Performance

Resources

Video Script

[slide 2]

We have been introduced to four sorting algorithms in this module. We have also looked at a basic time complexity analysis for each of these algorithms. Next, we will compare these sorting algorithms against each other based on their performance, ultimately trying to understand when to use each algorithm.

Once we have a handle on sorting, we will look at when it makes sense to use sorting and searching together instead of just doing a simple linear search.

So, here are the complexity equations for our sorting algorithms. They all look impressively mathematical, but what does they really mean?

[slide 3]

First, we plot a graph comparing the time complexity of our sorting algorithms. The graph shows the number of items to sort on the X axis, while the relative runtimes of the various algorithms are shown on the Y axis.

As we can see, the Selection Sort and Bubble sort algorithms run significantly slower than the other two sort algorithms leaving us to wonder why we would ever want to use them.

So that brings us to Merge Sort and the average case for Quicksort, which both run in N * lg(N) time. As shown in the chart, as the size of N grows, the time complexity advantage of these algorithms becomes clear.

Based on this chart, we might conclude that we should always use merge sort! It is guaranteed to run in N * lg (N) time, with no troublesome worst-case scenarios to consider, right? Unfortunately, as with many things in the real world, it isn’t that simple.

[slide 4]

Which algorithm we choose most often comes down to what we know about our data. The way we get the data greatly impacts the performance of sorting algorithms.

[slide 5]

For example, what if we expect to get data that is nearly sorted? What if most of the items are already sorted and less than 10% or less are only slightly out of order? Believe it or not, in this case, it might actually make sense to use a simple bubble sort that was optimized to stop sorting when it made a pass through the container without making a swap. Since only a few elements are slightly out of order, it should only take a few passes to get them back in the correct places. Even though bubble sort runs in N squared time, it may run much faster in this situation.

[slide 6]

What if our data is random and uniformly distributed? In this case, we may want to choose Quicksort. Even though quicksort is very slow in the worst case, experience has shown that it will outperform other sorting algorithms in that situation.

[slide 7]

However, if we really know nothing about our data set, it is probably best to choose merge sort, which is guaranteed to work in N * lg(N) time in the worst case.

[slide 8]

So, now take a look at our searching algorithms. As you recall, our basic linear search algorithms run in order N time while binary search runs in order lg(N) time. As the graph makes clear, binary search will run much faster than linear search, especially as the number of items in our data set increases.

Both of these are significantly faster than any of our sorting algorithms.

[slide 9]

Since a single linear search is much faster than any of the sorting algorithms we’ve looked at, the question becomes, when should we sort our data to speed up our searches?

This is actually a very hard question since there are so many factors that come into play, such as the type of data we are dealing with, the size of the data set, and how many searches we expect to perform.

However, it is generally true that the larger the data set and the more times we need to search it, the more we gain by sorting our data first.

[slide 10]

To clarify that a bit, let’s look at an example.

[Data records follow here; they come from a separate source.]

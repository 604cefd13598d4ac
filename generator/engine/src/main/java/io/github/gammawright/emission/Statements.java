package io.github.gammawright.emission;

import java.util.ArrayList;
import java.util.BitSet;
import java.util.List;
import java.util.Map;
import java.util.TreeMap;

/** Puts the computation of results into an order of statements: each value is stored as soon as it is known. */
final class Statements {

    private Statements() {}

    /**
     * The statements of a body.
     *
     * @param slots for each array the value behind each entry, −1 for zero
     */
    static List<Statement> of(Inlining inlining, List<List<Integer>> slots) {
        List<Statement> statements = new ArrayList<>();
        Map<Integer, List<Statement>> stores = new TreeMap<>();
        for (int array = 0; array < slots.size(); array++) {
            List<Integer> values = slots.get(array);
            for (int slot = 0; slot < values.size(); slot++) {
                if (values.get(slot) >= 0) {
                    stores.computeIfAbsent(values.get(slot), v -> new ArrayList<>())
                            .add(new Statement.Store(array, slot, values.get(slot)));
                } else {
                    int end = slot + 1;
                    while (end < values.size() && values.get(end) < 0) {
                        end++;
                    }
                    statements.add(new Statement.Zero(array, slot, end));
                    slot = end - 1;
                }
            }
        }
        BitSet live = inlining.live();
        stores.forEach((value, list) -> {
            if (!live.get(value)) {
                statements.addAll(list);
            }
        });
        for (int i = live.nextSetBit(0); i >= 0; i = live.nextSetBit(i + 1)) {
            if (inlining.variables().get(i)) {
                statements.add(new Statement.Define(i));
            }
            statements.addAll(stores.getOrDefault(i, List.of()));
        }
        return statements;
    }
}
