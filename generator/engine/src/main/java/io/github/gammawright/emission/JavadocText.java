package io.github.gammawright.emission;

import java.util.Locale;

/** Makes text from a definition harmless inside comments, and wraps paragraphs. */
final class JavadocText {

    private static final int WIDTH = 112;

    private JavadocText() {}

    /**
     * The text for use in a documentation comment: markup, tags, the end of the comment and Unicode escapes (which Java
     * reads even in comments, The Java Language Specification, Java SE 17, section 3.3) are spelled as entities.
     */
    static String escape(String text) {
        StringBuilder escaped = new StringBuilder();
        text.codePoints().forEach(c -> {
            if (c == '\n') {
                escaped.append('\n');
            } else if (c < ' ' || (c >= 0x7F && c < 0xA0) || c == 0x2028 || c == 0x2029) {
                escaped.append(' ');
            } else if ("<>&@{}\\*/".indexOf(c) >= 0 && isDangerous(c, escaped)) {
                escaped.append("&#").append(c).append(';');
            } else if (isInvisible(c)) {
                escaped.append("&#x")
                        .append(Integer.toHexString(c).toUpperCase(Locale.ROOT))
                        .append(';');
            } else if (c >= 0xD800 && c < 0xE000) {
                escaped.append('?');
            } else {
                escaped.appendCodePoint(c);
            }
        });
        return escaped.toString();
    }

    /** A slash is harmless unless it ends a comment; the asterisk before it may come from another text. */
    private static boolean isDangerous(int c, StringBuilder before) {
        if (c == '*') {
            return false;
        }
        return c != '/' || before.isEmpty() || before.charAt(before.length() - 1) == '*';
    }

    /** What text files should not hold: controls, halves of characters, what changes direction or shows nothing. */
    static boolean isUnprintable(int c) {
        boolean control = c < ' ' || (c >= 0x7F && c < 0xA0) || c == 0x2028 || c == 0x2029;
        return control || isInvisible(c) || (c >= 0xD800 && c < 0xE000);
    }

    /** Characters that change the direction of text, or show nothing. */
    private static boolean isInvisible(int c) {
        return c == 0xAD
                || c == 0x61C
                || c == 0xFEFF
                || (c >= 0x200B && c <= 0x200F)
                || (c >= 0x202A && c <= 0x202E)
                || (c >= 0x2060 && c <= 0x206F)
                || c >= 0xE0000;
    }

    /** One line for a comment that ends with its line. */
    static String line(String text) {
        return escape(text.replace('\n', ' ')).replace("&#92;", "?");
    }

    /** A paragraph of text that is escaped already, in lines of moderate length. */
    static String wrap(String paragraph) {
        StringBuilder wrapped = new StringBuilder();
        int column = 0;
        for (String word : paragraph.strip().split("\\s+")) {
            if (column > 0 && column + 1 + word.length() > WIDTH) {
                wrapped.append('\n');
                column = 0;
            } else if (column > 0) {
                wrapped.append(' ');
                column++;
            }
            wrapped.append(word);
            column += word.length();
        }
        return wrapped.toString();
    }
}
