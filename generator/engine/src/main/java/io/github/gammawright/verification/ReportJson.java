package io.github.gammawright.verification;

import java.util.List;
import java.util.Optional;

/**
 * Prints reports as JSON (RFC 8259): an object whose member {@code kernels} holds an object for each class and whose member
 * {@code definitions} holds one for each definition. Numbers that JSON does not have, NaN and the infinities, are null.
 */
public final class ReportJson {

    private ReportJson() {}

    /** The text, ended by a line feed. */
    public static String of(List<KernelReport> reports, List<DefinitionReport> definitions) {
        JsonWriter json = new JsonWriter();
        json.beginObject();
        json.key("passed")
                .value(reports.stream().allMatch(report -> report.verdict() == KernelReport.Verdict.PASSED)
                        && definitions.stream().allMatch(DefinitionReport::passed));
        json.key("kernels").beginArray();
        reports.forEach(report -> kernel(json, report));
        json.endArray();
        json.key("definitions").beginArray();
        definitions.forEach(new DefinitionJson(json)::add);
        json.endArray();
        json.endObject();
        return json + "\n";
    }

    private static void kernel(JsonWriter json, KernelReport report) {
        json.beginObject();
        json.key("class").value(report.className());
        json.key("definition").value(report.definition());
        json.key("verdict").value(report.verdict().text());
        json.key("points").value(report.points());
        json.key("edgePoints").value(report.edgePoints());
        json.key("seed").value(report.settings().seed());
        json.key("digits").value(report.settings().digits());
        json.key("relativeBound").value(report.settings().relativeBound());
        json.key("limitMultiple").value(report.settings().limitMultiple());
        json.key("notChecked").value(report.notChecked().orElse(null));
        texts(json, "defects", report.defects());
        texts(json, "notes", report.notes());
        texts(json, "warnings", report.warnings());
        json.key("largestMethod");
        if (report.largestMethod().isPresent()) {
            json.beginObject();
            json.key("name").value(report.largestMethod().get().method());
            json.key("bytecodes").value(report.largestMethod().get().bytecodes());
            json.endObject();
        } else {
            json.value((String) null);
        }
        json.key("quantities").beginArray();
        report.quantities().forEach(quantity -> quantity(json, quantity));
        json.endArray();
        json.endObject();
    }

    private static void quantity(JsonWriter json, QuantityReport quantity) {
        json.beginObject();
        json.key("quantity").value(quantity.quantity());
        json.key("passed").value(quantity.passed());
        json.key("compared").value(quantity.compared());
        json.key("undefined").value(quantity.undefined());
        json.key("medianUlps").value(quantity.medianUlps());
        json.key("medianLimits").value(quantity.medianLimits());
        json.key("worstZero").value(quantity.worstZero());
        json.key("violations").value(quantity.violations());
        deviation(json, "worstByUlps", quantity.worstUlps());
        deviation(json, "worstByLimits", quantity.worstLimits());
        deviation(json, "worstViolation", quantity.worstViolation());
        json.endObject();
    }

    private static void deviation(JsonWriter json, String key, Optional<Deviation> deviation) {
        json.key(key);
        if (deviation.isEmpty()) {
            json.value((String) null);
            return;
        }
        Deviation worst = deviation.get();
        json.beginObject();
        json.key("indices").beginArray();
        worst.indices().forEach(json::value);
        json.endArray();
        numbers(json.key("parameters"), worst.parameters());
        numbers(json.key("point"), worst.point());
        json.key("inputs").beginArray();
        worst.inputs().forEach(input -> numbers(json, input));
        json.endArray();
        json.key("expected").value(worst.expected());
        json.key("actual").value(worst.actual());
        json.key("ulps").value(worst.ulps());
        json.key("limits").value(worst.limits());
        json.endObject();
    }

    private static void numbers(JsonWriter json, List<Double> values) {
        json.beginArray();
        values.forEach(json::value);
        json.endArray();
    }

    private static void texts(JsonWriter json, String key, List<String> values) {
        json.key(key).beginArray();
        values.forEach(json::value);
        json.endArray();
    }
}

Let’s assume that we need to search a data set 10 times. We will simulate the running time based on the size of the data set. The orange line represents running 10 linear searches on the unsorted data set, while the blue line represents 10 binary searches after sorting the data set using merge sort.

As we can see, it is more efficient to perform a merge sort, which runs in N * lg (N) time and then perform 10 binary searches running in lg (N) time, than it is to perform 10 linear searches running in N time.

Obviously, the savings become more pronounced as the size of the data set grows.

[slide 11]

In fact, this analysis suggests that it may only take as few as 7 searches to see this benefit, even on smaller data sets. So, if we are writing a program that needs to search for a specific value in an array more than about 7 times, it is probably a good idea to sort the array before doing our searches, at least from a performance standpoint.

[slide 12]

In this video, we looked at the various sorting algorithms to see how they compared in terms of time complexity. We looked at charts that provided us a better idea of what those time complexity equations mean when compared against each other. However, we also talked about why time complexity might not be the only thing to consider when deciding on which algorithms to go with. In fact, we showed several examples of how the data itself is the most important factor to consider when deciding on which algorithm to use.

Then, we looked at when it might make sense to sort our data instead of just using a simple linear search. We found that for fairly small amounts of data that we would be searching only a few times, sorting before searching often makes a lot of sense.